*YOUR GOAL*
Check every line of the entries for "CurveLimit", and copy the lines that hold it.

*EXTRACTED MATERIAL*
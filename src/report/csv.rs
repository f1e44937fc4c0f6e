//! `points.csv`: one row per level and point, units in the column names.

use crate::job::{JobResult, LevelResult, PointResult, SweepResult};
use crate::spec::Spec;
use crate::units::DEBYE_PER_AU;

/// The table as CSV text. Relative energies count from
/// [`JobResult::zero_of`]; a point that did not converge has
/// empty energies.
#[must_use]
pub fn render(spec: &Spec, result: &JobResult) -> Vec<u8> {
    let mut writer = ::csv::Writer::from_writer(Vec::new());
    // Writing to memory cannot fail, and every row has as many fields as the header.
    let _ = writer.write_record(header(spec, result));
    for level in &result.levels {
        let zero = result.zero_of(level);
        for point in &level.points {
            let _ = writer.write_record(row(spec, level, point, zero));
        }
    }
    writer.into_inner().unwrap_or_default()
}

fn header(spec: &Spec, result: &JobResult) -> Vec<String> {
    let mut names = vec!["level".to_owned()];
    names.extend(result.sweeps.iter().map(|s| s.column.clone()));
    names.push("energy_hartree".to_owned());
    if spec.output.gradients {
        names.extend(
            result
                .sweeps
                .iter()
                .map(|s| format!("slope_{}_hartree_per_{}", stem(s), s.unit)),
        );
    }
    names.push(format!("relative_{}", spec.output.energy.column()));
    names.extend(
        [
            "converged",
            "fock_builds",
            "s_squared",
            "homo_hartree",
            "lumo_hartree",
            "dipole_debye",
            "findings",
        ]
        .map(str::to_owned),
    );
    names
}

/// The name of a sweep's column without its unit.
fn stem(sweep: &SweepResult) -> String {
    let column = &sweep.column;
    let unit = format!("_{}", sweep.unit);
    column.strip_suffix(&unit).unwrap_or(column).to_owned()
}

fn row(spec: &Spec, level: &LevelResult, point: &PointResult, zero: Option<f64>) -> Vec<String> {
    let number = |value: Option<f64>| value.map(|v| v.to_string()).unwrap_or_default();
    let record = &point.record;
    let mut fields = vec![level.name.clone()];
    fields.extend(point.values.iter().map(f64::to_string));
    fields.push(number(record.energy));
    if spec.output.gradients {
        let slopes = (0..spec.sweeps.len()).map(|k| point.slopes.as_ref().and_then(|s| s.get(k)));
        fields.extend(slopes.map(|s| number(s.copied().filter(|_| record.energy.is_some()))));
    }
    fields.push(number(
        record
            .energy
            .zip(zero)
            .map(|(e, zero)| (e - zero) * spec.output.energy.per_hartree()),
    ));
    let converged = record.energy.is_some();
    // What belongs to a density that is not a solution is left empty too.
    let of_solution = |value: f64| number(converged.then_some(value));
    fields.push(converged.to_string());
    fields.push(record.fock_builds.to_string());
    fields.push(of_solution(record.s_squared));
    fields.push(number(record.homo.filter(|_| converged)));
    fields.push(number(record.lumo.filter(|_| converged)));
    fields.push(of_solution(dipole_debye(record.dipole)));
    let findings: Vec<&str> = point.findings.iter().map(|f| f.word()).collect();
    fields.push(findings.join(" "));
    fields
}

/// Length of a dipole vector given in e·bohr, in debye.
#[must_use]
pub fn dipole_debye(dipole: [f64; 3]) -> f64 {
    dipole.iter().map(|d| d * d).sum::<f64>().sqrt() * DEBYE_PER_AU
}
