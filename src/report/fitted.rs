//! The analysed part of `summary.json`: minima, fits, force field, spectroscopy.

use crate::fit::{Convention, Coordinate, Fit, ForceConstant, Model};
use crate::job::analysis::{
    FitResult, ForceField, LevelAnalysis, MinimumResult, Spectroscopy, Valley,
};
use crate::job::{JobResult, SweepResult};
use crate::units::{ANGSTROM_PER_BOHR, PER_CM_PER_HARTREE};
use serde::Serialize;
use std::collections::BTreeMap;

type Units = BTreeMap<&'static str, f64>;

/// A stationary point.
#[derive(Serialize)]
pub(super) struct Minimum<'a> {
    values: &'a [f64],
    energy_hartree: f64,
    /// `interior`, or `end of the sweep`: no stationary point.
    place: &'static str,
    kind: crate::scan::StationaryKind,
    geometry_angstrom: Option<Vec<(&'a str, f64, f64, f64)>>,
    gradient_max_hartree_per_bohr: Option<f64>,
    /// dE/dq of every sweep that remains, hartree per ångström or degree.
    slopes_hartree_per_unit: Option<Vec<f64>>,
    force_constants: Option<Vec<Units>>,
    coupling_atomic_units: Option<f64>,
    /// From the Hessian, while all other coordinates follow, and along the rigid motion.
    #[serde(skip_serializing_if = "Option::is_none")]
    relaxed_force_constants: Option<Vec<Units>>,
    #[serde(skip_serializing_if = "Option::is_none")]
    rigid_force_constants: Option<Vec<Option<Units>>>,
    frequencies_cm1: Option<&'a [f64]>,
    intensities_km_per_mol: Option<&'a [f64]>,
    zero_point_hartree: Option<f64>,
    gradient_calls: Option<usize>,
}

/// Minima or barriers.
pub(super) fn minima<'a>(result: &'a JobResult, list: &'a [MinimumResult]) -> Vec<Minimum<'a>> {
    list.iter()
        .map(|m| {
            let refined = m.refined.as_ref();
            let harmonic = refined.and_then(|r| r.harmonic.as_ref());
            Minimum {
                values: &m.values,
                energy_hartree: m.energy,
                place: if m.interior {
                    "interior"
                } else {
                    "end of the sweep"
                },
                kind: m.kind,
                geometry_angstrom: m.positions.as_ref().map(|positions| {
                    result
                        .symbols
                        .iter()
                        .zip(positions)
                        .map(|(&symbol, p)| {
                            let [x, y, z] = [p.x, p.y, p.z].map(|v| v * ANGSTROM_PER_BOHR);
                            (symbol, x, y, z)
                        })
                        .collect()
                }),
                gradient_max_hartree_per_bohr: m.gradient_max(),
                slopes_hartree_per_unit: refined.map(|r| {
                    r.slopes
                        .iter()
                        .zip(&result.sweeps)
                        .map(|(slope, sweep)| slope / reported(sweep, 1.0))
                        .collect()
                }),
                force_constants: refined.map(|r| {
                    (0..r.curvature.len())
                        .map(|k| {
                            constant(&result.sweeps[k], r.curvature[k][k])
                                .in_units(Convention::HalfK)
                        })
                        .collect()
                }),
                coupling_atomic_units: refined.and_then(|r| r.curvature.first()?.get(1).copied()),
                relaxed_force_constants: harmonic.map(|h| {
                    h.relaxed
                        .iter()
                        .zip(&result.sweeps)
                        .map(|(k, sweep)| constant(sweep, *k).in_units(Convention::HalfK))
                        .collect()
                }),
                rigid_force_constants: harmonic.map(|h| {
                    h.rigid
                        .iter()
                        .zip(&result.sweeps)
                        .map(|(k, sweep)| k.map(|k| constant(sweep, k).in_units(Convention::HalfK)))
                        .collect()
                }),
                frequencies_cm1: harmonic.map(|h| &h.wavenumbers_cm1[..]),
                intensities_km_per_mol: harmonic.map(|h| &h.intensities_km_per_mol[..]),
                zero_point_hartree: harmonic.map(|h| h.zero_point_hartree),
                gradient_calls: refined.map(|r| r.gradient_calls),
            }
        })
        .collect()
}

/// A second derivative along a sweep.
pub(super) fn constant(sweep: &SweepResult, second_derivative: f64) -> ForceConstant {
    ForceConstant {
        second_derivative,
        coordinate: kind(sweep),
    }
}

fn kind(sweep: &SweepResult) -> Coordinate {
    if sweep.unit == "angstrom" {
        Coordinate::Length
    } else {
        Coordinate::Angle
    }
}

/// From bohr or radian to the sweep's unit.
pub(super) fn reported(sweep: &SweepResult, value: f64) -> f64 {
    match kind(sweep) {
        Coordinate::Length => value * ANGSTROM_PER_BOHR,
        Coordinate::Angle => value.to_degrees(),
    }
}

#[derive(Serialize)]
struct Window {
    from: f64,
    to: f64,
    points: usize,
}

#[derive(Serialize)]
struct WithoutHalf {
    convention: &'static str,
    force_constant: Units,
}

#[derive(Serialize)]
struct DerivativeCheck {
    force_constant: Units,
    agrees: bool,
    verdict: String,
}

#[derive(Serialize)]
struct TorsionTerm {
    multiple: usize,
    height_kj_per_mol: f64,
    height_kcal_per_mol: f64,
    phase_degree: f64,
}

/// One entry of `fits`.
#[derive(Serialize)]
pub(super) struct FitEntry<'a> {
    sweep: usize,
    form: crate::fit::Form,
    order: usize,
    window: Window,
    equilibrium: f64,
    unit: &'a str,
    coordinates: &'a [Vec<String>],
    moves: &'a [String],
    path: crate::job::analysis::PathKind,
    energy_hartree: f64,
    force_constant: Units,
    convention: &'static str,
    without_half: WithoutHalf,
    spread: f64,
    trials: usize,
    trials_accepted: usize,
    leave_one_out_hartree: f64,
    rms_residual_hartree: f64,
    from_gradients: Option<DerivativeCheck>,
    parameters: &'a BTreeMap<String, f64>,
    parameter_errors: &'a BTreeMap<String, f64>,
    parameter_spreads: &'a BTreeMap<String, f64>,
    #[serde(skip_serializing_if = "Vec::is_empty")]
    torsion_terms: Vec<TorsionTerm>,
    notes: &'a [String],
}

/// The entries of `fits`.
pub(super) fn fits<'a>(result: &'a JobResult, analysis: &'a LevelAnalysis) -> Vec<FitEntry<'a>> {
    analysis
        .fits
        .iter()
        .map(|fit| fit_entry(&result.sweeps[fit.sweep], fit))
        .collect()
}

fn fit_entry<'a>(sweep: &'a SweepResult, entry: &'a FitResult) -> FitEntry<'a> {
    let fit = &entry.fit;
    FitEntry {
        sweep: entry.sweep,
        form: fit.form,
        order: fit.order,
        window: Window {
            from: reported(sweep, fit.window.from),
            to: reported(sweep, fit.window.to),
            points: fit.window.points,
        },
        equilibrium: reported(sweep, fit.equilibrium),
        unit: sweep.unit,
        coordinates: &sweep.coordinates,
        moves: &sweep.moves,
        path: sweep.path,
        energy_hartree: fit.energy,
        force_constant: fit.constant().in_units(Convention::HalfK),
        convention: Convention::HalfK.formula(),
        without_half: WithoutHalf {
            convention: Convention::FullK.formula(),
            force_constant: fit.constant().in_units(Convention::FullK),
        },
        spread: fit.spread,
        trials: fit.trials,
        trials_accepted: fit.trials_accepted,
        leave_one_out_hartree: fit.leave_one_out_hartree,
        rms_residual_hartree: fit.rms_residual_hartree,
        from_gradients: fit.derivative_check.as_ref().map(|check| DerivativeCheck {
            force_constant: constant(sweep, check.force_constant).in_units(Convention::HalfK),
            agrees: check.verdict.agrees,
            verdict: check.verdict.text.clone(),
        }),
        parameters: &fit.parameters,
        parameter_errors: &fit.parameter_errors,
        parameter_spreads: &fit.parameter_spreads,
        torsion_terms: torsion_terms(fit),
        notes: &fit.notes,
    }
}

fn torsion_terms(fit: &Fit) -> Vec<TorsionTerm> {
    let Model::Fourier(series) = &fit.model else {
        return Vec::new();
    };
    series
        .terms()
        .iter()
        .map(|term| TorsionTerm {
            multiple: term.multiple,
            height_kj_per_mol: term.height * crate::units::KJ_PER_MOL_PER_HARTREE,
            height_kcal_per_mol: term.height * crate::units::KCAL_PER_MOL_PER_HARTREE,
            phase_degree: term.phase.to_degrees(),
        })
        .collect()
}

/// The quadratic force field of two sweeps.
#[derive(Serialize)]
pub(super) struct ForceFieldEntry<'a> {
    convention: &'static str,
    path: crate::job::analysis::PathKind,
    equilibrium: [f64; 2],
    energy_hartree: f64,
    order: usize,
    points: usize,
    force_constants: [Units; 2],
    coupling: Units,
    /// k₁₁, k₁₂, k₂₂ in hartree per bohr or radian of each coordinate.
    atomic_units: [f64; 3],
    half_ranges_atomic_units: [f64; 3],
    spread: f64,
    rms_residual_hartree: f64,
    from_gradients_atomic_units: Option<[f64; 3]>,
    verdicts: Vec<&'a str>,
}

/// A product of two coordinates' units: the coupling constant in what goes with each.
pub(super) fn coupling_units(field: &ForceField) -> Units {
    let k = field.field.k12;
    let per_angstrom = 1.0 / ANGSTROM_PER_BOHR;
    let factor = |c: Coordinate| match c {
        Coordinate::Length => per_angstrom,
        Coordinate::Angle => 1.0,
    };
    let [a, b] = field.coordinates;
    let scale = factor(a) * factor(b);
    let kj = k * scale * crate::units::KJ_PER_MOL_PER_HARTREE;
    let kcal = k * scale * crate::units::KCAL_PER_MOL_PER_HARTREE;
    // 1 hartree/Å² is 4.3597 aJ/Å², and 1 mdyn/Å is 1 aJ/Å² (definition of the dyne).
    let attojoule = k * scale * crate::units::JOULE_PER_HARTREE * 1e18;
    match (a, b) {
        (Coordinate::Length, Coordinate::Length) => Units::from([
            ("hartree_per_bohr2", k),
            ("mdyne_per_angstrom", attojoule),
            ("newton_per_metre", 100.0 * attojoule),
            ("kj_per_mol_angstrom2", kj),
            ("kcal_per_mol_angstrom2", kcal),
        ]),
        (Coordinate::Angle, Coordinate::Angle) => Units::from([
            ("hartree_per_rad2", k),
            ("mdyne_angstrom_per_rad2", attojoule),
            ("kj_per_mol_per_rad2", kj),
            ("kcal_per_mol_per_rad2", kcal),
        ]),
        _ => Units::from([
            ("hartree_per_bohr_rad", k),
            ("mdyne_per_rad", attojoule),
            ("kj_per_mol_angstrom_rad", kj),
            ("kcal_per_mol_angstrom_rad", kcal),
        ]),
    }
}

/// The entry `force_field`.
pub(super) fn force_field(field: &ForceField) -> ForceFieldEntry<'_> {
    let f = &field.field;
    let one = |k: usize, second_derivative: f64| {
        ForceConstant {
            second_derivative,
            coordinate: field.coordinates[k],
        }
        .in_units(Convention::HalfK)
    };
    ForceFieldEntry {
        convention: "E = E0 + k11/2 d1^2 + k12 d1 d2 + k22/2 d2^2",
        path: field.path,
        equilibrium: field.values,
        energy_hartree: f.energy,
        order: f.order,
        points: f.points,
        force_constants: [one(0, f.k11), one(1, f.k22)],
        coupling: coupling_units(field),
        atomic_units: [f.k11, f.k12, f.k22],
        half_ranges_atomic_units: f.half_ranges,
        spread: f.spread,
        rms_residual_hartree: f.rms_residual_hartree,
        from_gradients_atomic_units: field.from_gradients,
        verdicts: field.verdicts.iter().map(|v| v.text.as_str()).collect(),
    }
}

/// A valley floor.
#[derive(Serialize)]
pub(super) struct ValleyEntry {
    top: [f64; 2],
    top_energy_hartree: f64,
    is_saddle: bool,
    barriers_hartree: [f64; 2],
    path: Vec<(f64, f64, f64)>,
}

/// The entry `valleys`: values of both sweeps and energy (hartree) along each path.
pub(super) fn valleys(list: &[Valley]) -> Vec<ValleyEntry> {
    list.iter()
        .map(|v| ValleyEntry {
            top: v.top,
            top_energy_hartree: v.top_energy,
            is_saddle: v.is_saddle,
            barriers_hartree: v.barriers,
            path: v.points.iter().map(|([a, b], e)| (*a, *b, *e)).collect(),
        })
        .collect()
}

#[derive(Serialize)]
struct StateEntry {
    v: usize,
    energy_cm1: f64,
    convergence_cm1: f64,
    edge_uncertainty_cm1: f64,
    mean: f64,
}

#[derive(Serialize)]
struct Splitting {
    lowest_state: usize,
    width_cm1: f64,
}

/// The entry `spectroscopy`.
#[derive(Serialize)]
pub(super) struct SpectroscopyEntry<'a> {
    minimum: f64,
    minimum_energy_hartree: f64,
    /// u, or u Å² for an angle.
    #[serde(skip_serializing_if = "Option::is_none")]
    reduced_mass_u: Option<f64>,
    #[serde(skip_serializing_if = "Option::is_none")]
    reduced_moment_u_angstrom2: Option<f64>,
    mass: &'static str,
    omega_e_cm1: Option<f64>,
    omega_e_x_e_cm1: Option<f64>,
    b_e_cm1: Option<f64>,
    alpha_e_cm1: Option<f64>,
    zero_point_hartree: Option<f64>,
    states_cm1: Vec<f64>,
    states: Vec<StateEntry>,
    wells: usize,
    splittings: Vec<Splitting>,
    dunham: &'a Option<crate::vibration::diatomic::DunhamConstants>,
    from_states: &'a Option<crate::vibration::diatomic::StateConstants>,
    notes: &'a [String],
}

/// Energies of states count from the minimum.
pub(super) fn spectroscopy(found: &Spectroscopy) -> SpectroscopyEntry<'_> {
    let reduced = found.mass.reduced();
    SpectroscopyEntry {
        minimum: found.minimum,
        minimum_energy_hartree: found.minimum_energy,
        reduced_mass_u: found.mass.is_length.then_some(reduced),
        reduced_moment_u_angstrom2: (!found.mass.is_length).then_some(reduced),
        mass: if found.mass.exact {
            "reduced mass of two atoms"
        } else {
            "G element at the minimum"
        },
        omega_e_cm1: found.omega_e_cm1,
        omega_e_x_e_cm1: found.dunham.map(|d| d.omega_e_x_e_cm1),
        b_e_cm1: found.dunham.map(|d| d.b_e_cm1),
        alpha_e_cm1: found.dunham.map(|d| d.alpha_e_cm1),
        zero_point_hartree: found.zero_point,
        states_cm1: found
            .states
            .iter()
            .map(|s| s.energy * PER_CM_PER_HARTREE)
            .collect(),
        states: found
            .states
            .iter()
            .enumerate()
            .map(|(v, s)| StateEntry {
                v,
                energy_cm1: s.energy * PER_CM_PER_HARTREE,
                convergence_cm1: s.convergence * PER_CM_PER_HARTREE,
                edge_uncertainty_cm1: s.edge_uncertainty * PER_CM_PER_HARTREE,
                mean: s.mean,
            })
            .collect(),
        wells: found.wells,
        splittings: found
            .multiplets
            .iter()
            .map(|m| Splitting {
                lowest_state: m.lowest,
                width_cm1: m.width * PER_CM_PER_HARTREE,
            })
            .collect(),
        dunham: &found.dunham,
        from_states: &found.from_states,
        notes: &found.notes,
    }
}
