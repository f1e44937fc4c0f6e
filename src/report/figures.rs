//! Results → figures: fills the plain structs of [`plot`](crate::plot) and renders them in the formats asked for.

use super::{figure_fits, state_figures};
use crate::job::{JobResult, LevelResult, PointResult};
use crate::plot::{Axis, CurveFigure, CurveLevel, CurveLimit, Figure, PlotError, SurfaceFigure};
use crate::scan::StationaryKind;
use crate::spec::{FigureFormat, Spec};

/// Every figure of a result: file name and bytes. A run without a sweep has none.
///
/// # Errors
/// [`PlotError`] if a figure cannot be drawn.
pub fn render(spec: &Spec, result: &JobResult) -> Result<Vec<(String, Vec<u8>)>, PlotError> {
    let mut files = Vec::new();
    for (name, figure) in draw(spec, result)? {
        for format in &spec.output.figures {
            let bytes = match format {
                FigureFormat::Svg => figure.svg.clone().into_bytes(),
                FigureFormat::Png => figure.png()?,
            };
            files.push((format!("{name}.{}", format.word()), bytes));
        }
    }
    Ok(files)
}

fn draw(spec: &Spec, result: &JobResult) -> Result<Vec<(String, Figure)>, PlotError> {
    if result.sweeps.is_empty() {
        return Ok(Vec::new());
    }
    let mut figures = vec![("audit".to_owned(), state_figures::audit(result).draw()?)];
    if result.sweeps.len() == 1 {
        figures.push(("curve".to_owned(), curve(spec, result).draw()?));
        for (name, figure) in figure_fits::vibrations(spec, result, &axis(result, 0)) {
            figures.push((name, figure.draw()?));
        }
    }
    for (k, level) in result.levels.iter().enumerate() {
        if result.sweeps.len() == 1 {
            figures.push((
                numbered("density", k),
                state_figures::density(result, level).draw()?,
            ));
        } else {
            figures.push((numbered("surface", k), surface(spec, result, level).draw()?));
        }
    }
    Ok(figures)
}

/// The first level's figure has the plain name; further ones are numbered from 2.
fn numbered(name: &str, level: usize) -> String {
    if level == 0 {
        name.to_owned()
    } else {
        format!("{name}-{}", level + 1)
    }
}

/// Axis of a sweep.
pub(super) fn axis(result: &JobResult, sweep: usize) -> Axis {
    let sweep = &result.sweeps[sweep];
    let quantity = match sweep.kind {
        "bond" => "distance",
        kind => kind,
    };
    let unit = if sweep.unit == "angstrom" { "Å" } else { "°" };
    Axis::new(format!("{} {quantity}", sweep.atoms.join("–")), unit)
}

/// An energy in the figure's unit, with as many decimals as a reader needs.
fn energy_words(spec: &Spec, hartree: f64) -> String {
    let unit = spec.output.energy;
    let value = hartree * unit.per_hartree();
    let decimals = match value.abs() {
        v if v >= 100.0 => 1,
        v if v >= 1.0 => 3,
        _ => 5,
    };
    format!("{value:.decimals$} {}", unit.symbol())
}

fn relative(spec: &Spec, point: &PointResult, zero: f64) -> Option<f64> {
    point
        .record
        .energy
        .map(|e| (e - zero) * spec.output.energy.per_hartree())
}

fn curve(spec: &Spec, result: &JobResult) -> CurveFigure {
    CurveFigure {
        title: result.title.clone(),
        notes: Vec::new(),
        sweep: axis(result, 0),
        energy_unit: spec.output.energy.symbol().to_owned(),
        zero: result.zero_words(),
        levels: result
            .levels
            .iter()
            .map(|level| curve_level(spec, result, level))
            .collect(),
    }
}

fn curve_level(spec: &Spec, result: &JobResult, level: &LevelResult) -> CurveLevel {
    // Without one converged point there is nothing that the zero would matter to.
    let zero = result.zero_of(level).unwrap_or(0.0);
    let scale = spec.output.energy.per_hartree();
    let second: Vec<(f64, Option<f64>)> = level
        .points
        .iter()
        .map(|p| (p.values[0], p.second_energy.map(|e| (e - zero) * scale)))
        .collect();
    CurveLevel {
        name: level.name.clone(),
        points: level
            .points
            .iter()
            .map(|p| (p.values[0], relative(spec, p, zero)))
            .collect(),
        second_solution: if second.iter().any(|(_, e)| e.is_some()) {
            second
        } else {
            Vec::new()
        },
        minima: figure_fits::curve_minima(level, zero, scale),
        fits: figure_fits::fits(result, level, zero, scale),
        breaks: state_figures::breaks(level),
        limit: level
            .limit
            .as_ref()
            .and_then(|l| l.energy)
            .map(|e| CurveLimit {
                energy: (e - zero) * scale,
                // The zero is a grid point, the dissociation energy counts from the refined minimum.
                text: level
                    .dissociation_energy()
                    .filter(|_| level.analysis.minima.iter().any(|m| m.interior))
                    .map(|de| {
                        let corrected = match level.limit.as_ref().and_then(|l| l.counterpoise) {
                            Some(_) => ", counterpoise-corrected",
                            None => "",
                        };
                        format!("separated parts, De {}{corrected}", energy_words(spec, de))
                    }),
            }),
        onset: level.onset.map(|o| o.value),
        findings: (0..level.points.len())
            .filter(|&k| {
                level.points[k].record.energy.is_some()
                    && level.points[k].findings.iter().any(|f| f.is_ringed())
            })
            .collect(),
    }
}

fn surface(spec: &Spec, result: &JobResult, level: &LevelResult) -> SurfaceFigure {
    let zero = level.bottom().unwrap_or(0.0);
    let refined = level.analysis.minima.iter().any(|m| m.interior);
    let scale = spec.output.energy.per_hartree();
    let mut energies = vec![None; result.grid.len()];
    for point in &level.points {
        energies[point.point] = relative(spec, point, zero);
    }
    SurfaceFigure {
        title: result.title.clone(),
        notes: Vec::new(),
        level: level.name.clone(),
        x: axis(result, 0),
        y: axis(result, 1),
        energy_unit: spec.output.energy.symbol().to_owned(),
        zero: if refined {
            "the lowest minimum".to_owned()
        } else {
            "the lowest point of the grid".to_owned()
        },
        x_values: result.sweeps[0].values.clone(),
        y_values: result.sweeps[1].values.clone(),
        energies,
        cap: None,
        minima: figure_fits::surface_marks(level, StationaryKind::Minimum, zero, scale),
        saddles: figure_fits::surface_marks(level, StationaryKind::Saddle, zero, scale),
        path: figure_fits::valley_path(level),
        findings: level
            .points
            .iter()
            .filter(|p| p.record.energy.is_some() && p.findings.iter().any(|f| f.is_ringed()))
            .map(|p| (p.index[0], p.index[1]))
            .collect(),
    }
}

*FINISHED TASK*
use crate::plot::{Axis, CurveFigure, CurveLevel, CurveLimit, Figure, PlotError, SurfaceFigure};
            .map(|e| CurveLimit {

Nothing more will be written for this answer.